Both here and on my primary site, I’ve covered Acceptance and Commitment Therapy (ACT) several times. The ACT method has helped me find peace of mind that exceeds what I was able to achieve using other therapies.

It seems like a worthy topic for that reason, but I should emphasize that my perspective is that of an informed layperson, not a psychotherapist. Consider this a disclaimer: these blog posts cannot be used as guides to adopting ACT behavioral techniques. My goal is merely to advertise the power of the therapy. Interested readers should consult authoritative books and professionals.

With that out of the way, I’d like to return to my last post, which attempted to illustrate some ACT concepts through the vehicle of my own hangups following my mother’s death.

As I look back at that essay, I see it covers a lot of ground. Single sentences gloss over topics that take up entire chapters in ACT texts. For the sake of clarity, it’s worth dissecting the key points a bit further.

The last post starts by pointing out how ACT emphasizes the interaction between thoughts, feelings, and behavior. Of course, all psychotherapies do this to some extent. Psychodynamic approaches aim to reduce undesired feelings and behaviors by illuminating the connection between childhood experiences and adult neuroses (i.e., by increasing thoughtful insight).

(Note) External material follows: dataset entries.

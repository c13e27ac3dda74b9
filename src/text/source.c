/* Input text with its line map.
 *
 * The text is kept without a leading byte-order mark, so that columns and
 * offsets start at the first character that counts.  A line ends in LF, CR LF
 * or CR; the map holds the offset at which each line starts. */
#include "text/source.h"

#include <limits.h>
#include <string.h>

#include "base/memory.h"

struct source {
    char   *name;
    char   *text;       /* terminated */
    size_t  length;
    size_t *start;      /* [lines] */
    size_t  lines, capacity;
};

static int add_line(source *s, size_t offset)
{
    if (memory_grow(&s->start, &s->capacity, s->lines, sizeof *s->start))
        return -1;
    s->start[s->lines++] = offset;
    return 0;
}

static int map_lines(source *s)
{
    if (add_line(s, 0))
        return -1;
    for (size_t i = 0; i < s->length; i++) {
        if (s->text[i] == '\r' && s->text[i + 1] == '\n')
            i++;
        else if (s->text[i] != '\n' && s->text[i] != '\r')
            continue;
        if (add_line(s, i + 1))
            return -1;
    }
    return 0;
}

lb_status source_new(const char *name, const char *text, size_t length, source **out)
{
    *out = NULL;
    if (length >= 3 && memcmp(text, "\xEF\xBB\xBF", 3) == 0) {
        text += 3;
        length -= 3;
    }
    if (length >= INT_MAX)
        return LB_E_LIMIT;
    source *s = memory_zeroed(1, sizeof *s);
    if (!s)
        return LB_E_NOMEM;
    s->name = memory_text(name);
    s->text = memory_text_n(text, length);
    s->length = length;
    if (!s->name || !s->text || map_lines(s)) {
        source_free(s);
        return LB_E_NOMEM;
    }
    *out = s;
    return LB_OK;
}

void source_free(source *s)
{
    if (!s)
        return;
    memory_free(s->start);
    memory_free(s->text);
    memory_free(s->name);
    memory_free(s);
}

const char *source_name(const source *s)
{
    return s->name;
}

const char *source_text(const source *s)
{
    return s->text;
}

size_t source_length(const source *s)
{
    return s->length;
}

bool source_line(const source *s, int line, const char **start, size_t *length)
{
    if (line < 1 || (size_t)line > s->lines)
        return false;
    size_t first = s->start[line - 1];
    size_t end = (size_t)line < s->lines ? s->start[line] : s->length;
    while (end > first && (s->text[end - 1] == '\n' || s->text[end - 1] == '\r'))
        end--;
    *start = s->text + first;
    *length = end - first;
    return true;
}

Cognitive Behavioral Therapy (CBT) redirects negative thinking and ineffective actions through empirical testing; unpleasant feelings are expected to abate with accurate thoughts and behavioral activation. Because ACT is still a form of “talk therapy,” it isn’t using a radically new approach, but its theoretical underpinnings are distinct from those of traditional methods.

According to ACT and the theory behind it (technically called Relational Frame Theory, or RFT), verbal thought must be engaged in therapy, but it is actually a root problem in human dysphoria. Although I just read a book about RFT, it remains a bit baffling to me. So I won’t attempt to explain it in detail. Briefly, however, the idea is that we construct verbal rules and follow them habitually despite the fact that they limit our lives.

One common rule many of us obey is this: if something makes me uncomfortable, I should avoid it. This doctrine promises to relieve discomfort by taking us away from its source. To the uninitiated, it sounds quite reasonable, which is why it’s so widely adopted. In the natural world, animals survive by staying away (for instance) from foods that make them sick and places frequented by predators.

But what if getting close to other people makes you feel nervous and insecure? The rule says: stay away from relationships. Unfortunately, if followed consistently, this practice fosters fearfulness and isolation; it leads to a limited and lonely life. The rule fails to deliver on its promise of lessened discomfort. In fact, living disconnected from others will likely increase feelings of insecurity, so a policy of avoiding social situations results in the opposite of its intended effect.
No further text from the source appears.